Begin at the first line below and copy each line exactly, ending with the line where "if (options.measure !== null)" appears.

DATA FOR PROCESSING:
━━━━━━━━━━

/**
 * The engine options for a parsed command and the columns read from the file.
 * Options not given are left out, so the engine's documented defaults apply.
 */
export function toFitOptions(
  options: CommandOptions,
  data: { names: readonly string[]; weights: number[] | null; foldLabels: string[] | null; outcome?: OutcomeKind },
): FitOptions {
  const out: FitOptions = {
    names: data.names,
    standardize: options.standardize,
    intercept: options.intercept,
    timeOrdered: options.timeOrdered,
  };
  if (options.mixes !== null) out.mixes = options.mixes;
  if (options.strength !== null) out.strength = options.strength;
  if (options.folds !== null) out.folds = options.folds;
  if (options.seed !== null) out.seed = options.seed;
  if (options.rule !== null) out.rule = options.rule;
  // The outcome as read from the target (table.ts); a number outcome leaves the key out, as before.
  if (data.outcome === "two-class") out.outcome = "two-class";
  if (options.measure !== null) out.measure = options.measure;
  if (options.cutoff !== null && data.outcome === "two-class") out.cutoff = options.cutoff;
  if (options.gridDensity !== null) out.gridDensity = options.gridDensity;
  if (options.count !== null) out.strengthCount = options.count;
  if (options.lowEnd !== null) out.lowEndRatio = options.lowEnd;
  if (options.stopEarly) out.stopEarly = true;
  if (data.weights !== null) out.weights = data.weights;
  if (data.foldLabels !== null) out.foldLabels = data.foldLabels;
  if (options.repeats !== null && options.repeats > 1) out.repeats = options.repeats;
  if (options.honest) out.honestError = true;
  if (options.stability) {
    const stability: NonNullable<FitOptions["stability"]> = {};
    if (options.draws !== null) stability.draws = options.draws;
    if (options.q !== null) stability.expectedTerms = options.q;
    if (options.threshold !== null) stability.threshold = options.threshold;
    out.stability = stability;
  }
  return out;
}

━━━━━━━━━━

WRITTEN ANSWER:
/**
 * The engine options for a parsed command and the columns read from the file.
 * Options not given are left out, so the engine's documented defaults apply.
 */
export function toFitOptions(
  options: CommandOptions,
  data: { names: readonly string[]; weights: number[] | null; foldLabels: string[] | null; outcome?: OutcomeKind },
): FitOptions {
  const out: FitOptions = {
    names: data.names,
    standardize: options.standardize,
    intercept: options.intercept,
    timeOrdered: options.timeOrdered,
  };
  if (options.mixes !== null) out.mixes = options.mixes;
  if (options.strength !== null) out.strength = options.strength;
  if (options.folds !== null) out.folds = options.folds;
  if (options.seed !== null) out.seed = options.seed;
  if (options.rule !== null) out.rule = options.rule;
  // The outcome as read from the target (table.ts); a number outcome leaves the key out, as before.
  if (data.outcome === "two-class") out.outcome = "two-class";
  if (options.measure !== null) out.measure = options.measure;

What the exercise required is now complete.